Saturday, September 3, 2011

Q&A With The Doc: Should I Take the Tax Hit & Cash Out of My Retirements Funds for PHYZZ?

Peter writes:

Hi Doc
Just wanted to let you know (I'm sure I'm one of many lately) that along with Harvey Organ you have the best silver related commentary blog on the net bar none. Great work, keep it up.
Ive been building my position in physical silver since 2008 and at the current rate of growth, I anticipate another year and I can be in a position to retire at 54yrs old.
Last year I switched all my Real estate retirement portfolio: RRSP (Canadian version of 410k) holdings to Precious metals mining stocks 100%
So far Ive seen in the last year and half a 40% growth rate in the aforementioned fund.
Its people like yourself and others that prompted me to take this high risk transformation.Thank you.
My Question.
I'm thinking of cashing out all my RRSPs ..taking the tax hit of 40% (my tax rate) and reinvesting in physical Silver and some gold. Do you think it's a good idea or bad idea? Do you think it is worth taking that premature tax hit at 40%? Do you think in the long run I'll recoup this or should I just stay positioned in my current precious metals (senior miners) fund and hope that the miners continue to perform well?I'm worried if the market takes a big dump this year my RRSP portfolio fund will lose value big time. This would of course be exacerbated by a major decline in the market.
Bottom line something inside tells me physical is better than paper: no counter-party risk-especially in this corrupted so called free market.

Hi Peter,

The Doc is not a licensed investment adviser so I can't give you "investment advice"...but I can tell you what I've done and what I would do with my money.
I have removed every last dime from 401k type retirement funds, and no longer contribute, even though my employer offers a full match up to 7% of income.
Yes, there is a tax hit to withdraw the money...but there will be a tax hit whenever you withdraw the funds. 
If you withdraw the funds now, you will be taxed on a smaller net amount, and if you roll the proceeds into bullion- you have the opportunity to avoid taxes on your gains by using your bullion as an asset to PURCHASE other assets in the future. 
If you SELL your silver or gold for fiat currency (US or Canadian dollars) this is a taxable event.
As to your return of 40% in the last 18 months- this is an excellent return, but physical silver's return over the past 18 months dwarfs 40%.
18 months ago, silver was approximately $15.50/oz.
Silver closed access market trading yesterday at $43.35, roughly a gain of $28...or approximately an 181% gain over the past 18 months.
Lets say you had $100,000 18 months ago that you took out at a 40% hit due to taxes.  So say you had invested the $60,000 after taxes into physical silver.  Today that silver would be worth $108,387.

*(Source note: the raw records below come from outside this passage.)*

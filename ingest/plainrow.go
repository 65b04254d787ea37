package ingest

import (
	"math"
	"strconv"
	"strings"
)

// plainRow reads rows of the plain dialect: one part, a delimiter that is one
// byte, decimal points, nothing but numbers in the columns that are needed. That
// is what most files are, and where the time goes. Whatever is out of the
// ordinary makes it decline a row, which then goes the general way with its
// checks and messages; it never decides anything itself.
type plainRow struct {
	delim byte
	last  int   // last column needed
	cols  int   // of the header; a row with more is not plain
	slot  []int // by column: index of the value in a row, −1 if it is not needed
	exp   []int // by slot
	never []bool
	vals  []float64
}

// newPlainRow returns nil where a plan is not plain.
func newPlainRow(s *source, p *plan) *plainRow {
	if len(p.groups) != 1 || p.groups[0].part >= 0 || len(p.also) > 0 || s.delim == blanks || s.decimal != '.' {
		return nil
	}
	pr := &plainRow{delim: s.delim, slot: make([]int, len(p.cols)), cols: len(p.cols)}
	if p.loose {
		pr.cols = math.MaxInt
	}
	for i := range pr.slot {
		pr.slot[i] = -1
	}
	for _, c := range append(freqsOf(p), p.need...) {
		switch p.cols[c].role {
		case roleZ, roleY, roleS:
			return nil
		}
		if pr.slot[c] >= 0 {
			continue
		}
		pr.slot[c] = len(pr.exp)
		pr.exp = append(pr.exp, p.cols[c].unit.exp)
		pr.never = append(pr.never, p.cols[c].role.neverNegative())
		pr.last = max(pr.last, c)
	}
	pr.vals = make([]float64, len(pr.exp))
	return pr
}

// read reads a line into vals; false means that the line is not plain.
func (pr *plainRow) read(text string) bool {
	i := 0
	for c := 0; ; c++ {
		k := pr.slot[c]
		if k < 0 {
			if i < len(text) && text[i] == '"' {
				return false // a delimiter may hide between quotes
			}
			j := strings.IndexByte(text[i:], pr.delim)
			if j < 0 {
				return false // the last column is always needed
			}
			i += j + 1
			continue
		}
		for i < len(text) && text[i] == ' ' {
			i++
		}
		v, end, ok := decimal(text, i)
		if !ok {
			// Too long for the short way, or no number at all.
			j := strings.IndexByte(text[i:], pr.delim)
			if j < 0 {
				j = len(text) - i
			}
			cell := strings.TrimRight(text[i:i+j], " ")
			if cell == "" || cell[0] > '9' || isHex(cell) {
				return false
			}
			var err error
			if v, err = strconv.ParseFloat(cell, 64); err != nil || !(math.Abs(v) < overload) {
				return false
			}
			end = i + j
		}
		i = end
		for i < len(text) && text[i] == ' ' {
			i++
		}
		if v < 0 && pr.never[k] {
			return false
		}
		if e := pr.exp[k]; e != 0 {
			v = scale(v, e)
		}
		pr.vals[k] = v
		if c == pr.last {
			return i == len(text) || text[i] == pr.delim && c+1+strings.Count(text[i:], string(rune(pr.delim))) <= pr.cols
		}
		if i >= len(text) || text[i] != pr.delim {
			return false
		}
		i++
	}
}

// powers are exact in float64.
var powers = [...]float64{1e0, 1e1, 1e2, 1e3, 1e4, 1e5, 1e6, 1e7, 1e8, 1e9, 1e10, 1e11, 1e12, 1e13, 1e14, 1e15, 1e16, 1e17, 1e18, 1e19, 1e20, 1e21, 1e22}

// decimal reads a short decimal number at text[i] while it looks for its end:
// up to 15 digits and a power of ten up to 10^22, both exact in float64, so that
// one multiplication or division gives the correctly rounded number (Clinger
// 1990, "How to read floating point numbers accurately", the fast case; strconv
// does the same, but needs to know the end first). Anything else is not ok and
// goes to strconv.ParseFloat.
func decimal(text string, i int) (v float64, end int, ok bool) {
	negative := false
	if i < len(text) && (text[i] == '-' || text[i] == '+') {
		negative = text[i] == '-'
		i++
	}
	mantissa, digits, start := uint64(0), 0, i
	for i < len(text) && text[i]-'0' < 10 {
		mantissa = mantissa*10 + uint64(text[i]-'0')
		i++
	}
	digits = i - start
	exp := 0
	if i < len(text) && text[i] == '.' {
		i++
		point := i
		for i < len(text) && text[i]-'0' < 10 {
			mantissa = mantissa*10 + uint64(text[i]-'0')
			i++
		}
		exp = point - i
		digits -= exp
	}
	if digits == 0 || digits > 15 {
		return 0, i, false
	}
	if i < len(text) && text[i]|0x20 == 'e' {
		j := i + 1
		minus := false
		if j < len(text) && (text[j] == '-' || text[j] == '+') {
			minus = text[j] == '-'
			j++
		}
		e, first := 0, j
		for j < len(text) && text[j]-'0' < 10 && j < first+4 {
			e = e*10 + int(text[j]-'0')
			j++
		}
		if j == first {
			return 0, i, false
		}
		if minus {
			e = -e
		}
		exp += e
		i = j
	}
	v = float64(mantissa)
	switch {
	case exp == 0:
	case 0 < exp && exp <= 22:
		v *= powers[exp]
	case -22 <= exp && exp < 0:
		v /= powers[-exp]
	default:
		return 0, i, false
	}
	if v >= overload {
		return 0, i, false
	}
	if negative {
		v = -v
	}
	return v, i, true
}
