package ingest

import (
	"fmt"
	"math"
	"math/cmplx"
	"slices"
	"sort"
	"strings"
)

// partData is the points of one part in the order of the file.
type partData struct {
	label string // "" for the only part of a file
	meta  Metadata
	freq  []float64
	z     []complex128
	line  []int32

	s          []complex128 // as measured, nil if not S-parameters
	reference  float64
	connection string
}

// half is a frequency and one quantity, whose partner stands elsewhere.
type half struct {
	seg  *segment
	freq []float64
	vals []float64
	col  heading
}

// parsed is a file understood, before sorting.
type parsed struct {
	name     string
	parts    []*partData
	halves   []*half
	reading  Reading
	meta     Metadata
	dropped  []Dropped
	warnings []Warning
	faults   []*Error
	more     int
	builder  *builder // to join two files, nil where nothing was built
}

// readDelimited reads delimited text, or the cells of a spreadsheet.
func readDelimited(src *source, o Options) (*parsed, error) {
	if src.delim == 0 {
		src.detectDelimiter()
	}
	r := &reader{source: src, opt: o}
	p := &parsed{name: src.name, reading: src.reading()}
	if err := r.readTables(); err != nil {
		r.fault(err)
		// The header's fault stands above those of rows.
		last := len(r.faults) - 1
		copy(r.faults[1:], r.faults[:last])
		r.faults[0] = err
		p.faults, p.more = r.faults, r.more
		p.meta, p.dropped = r.meta, r.dropped
		p.reading.fill(p, r)
		return p, nil
	}
	p.meta, p.dropped, p.faults, p.more = r.meta, r.dropped, r.faults, r.more
	p.reading.fill(p, r)
	if len(p.faults) > 0 {
		return p, nil
	}
	p.builder = &builder{reader: r, parsed: p}
	p.builder.build()
	return p, nil
}

// builder turns segments into parts.
type builder struct {
	*reader
	*parsed
	assumed []role // whose unit was taken for granted
	byName  map[string]*partData
}

func (b *builder) refuse(e *Error) {
	e.File = b.reader.name
	b.parsed.faults = append(b.parsed.faults, e)
}

func (b *builder) warn(code, format string, args ...any) {
	text := fmt.Sprintf(format, args...)
	for _, w := range b.parsed.warnings {
		if w.Code == code && w.Text == text {
			return
		}
	}
	b.parsed.warnings = append(b.parsed.warnings, Warning{code, text})
}

func (b *builder) note(format string, args ...any) {
	text := fmt.Sprintf(format, args...)
	for _, n := range b.reading.Notes {
		if n == text {
			return
		}
	}
	b.reading.Notes = append(b.reading.Notes, text)
}

func (b *builder) build() {
	if e := b.crumbs(); e != nil {
		b.refuse(e)
		return
	}
	for _, seg := range b.segments {
		for gi := range seg.plan.groups {
			g := &seg.plan.groups[gi]
			if len(g.ways) == 0 {
				b.addHalf(seg, g)
				continue
			}
			b.addGroup(seg, g)
			if len(b.parsed.faults) > 0 {
				return
			}
		}
	}
	b.joinHalves()
	b.assumptions()
	if b.byName != nil {
		for _, name := range b.names {
			if b.byName[name] == nil {
				b.warn(WarnPartEmpty, "no row of part %s could be used", name)
			}
		}
	}
	b.nameParts()
}

// crumbs refuses a table that blank lines would cut into parts of one point each:
// it is more likely a sweep in no order.
func (b *builder) crumbs() *Error {
	single := 0
	for _, seg := range b.segments {
		if len(seg.line) == 1 {
			single++
		}
	}
	if len(b.segments) <= 3 || 2*single <= len(b.segments) {
		return nil
	}
	e := b.headError(b.segments[0].plan, -1, "parts of several points", "remove the blank lines, or sort the rows by frequency")
	e.Found, e.bare, e.Err = fmt.Sprintf("%d blocks of one row", single), true, ErrAmbiguous
	return e
}

// assume warns of the units of used columns that were taken for granted.
func (b *builder) assume(seg *segment, columns ...int) {
	p := seg.plan
	if p.head < 0 && len(b.opt.Columns) == 0 {
		b.warn(WarnNoHeader, "no header: the three columns were taken as frequency in Hz, |Z| in Ω and phase in degrees; --columns and --units say otherwise")
		return
	}
	for _, i := range columns {
		if i < 0 {
			continue
		}
		c := p.cols[i]
		if dim := roles[c.role].dim; c.unit.dim == "" && dim != "" && dim != "1" && dim != "dB" && !c.role.isAngle() && !slices.Contains(b.assumed, c.role) {
			b.assumed = append(b.assumed, c.role)
		}
	}
}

Left in your RRSP account, your $100,000 would have increased by 40% to $140,000.  However, in order to use the funds you would take the tax hit of 40% on the total, leaving you with $84,000.

Obviously this analysis is only fully valid if the physical gold/silver is eventually used as an asset to PURCHASE/ trade for another physical asset such as bread, milk, land, etc.  If it is "sold" back for fiat currency, fiat currency gains obviously apply.

This analysis doesn't even get in to the counter-party risk you mentioned such as nationalization, 401k/ RRSP confiscation, mining company management risks, financial market panic/collapses etc.

In the end, its up to you to make your own educated decision on the best way to use/invest/save your retirement funds.

Best of luck, and thanks for the kind words.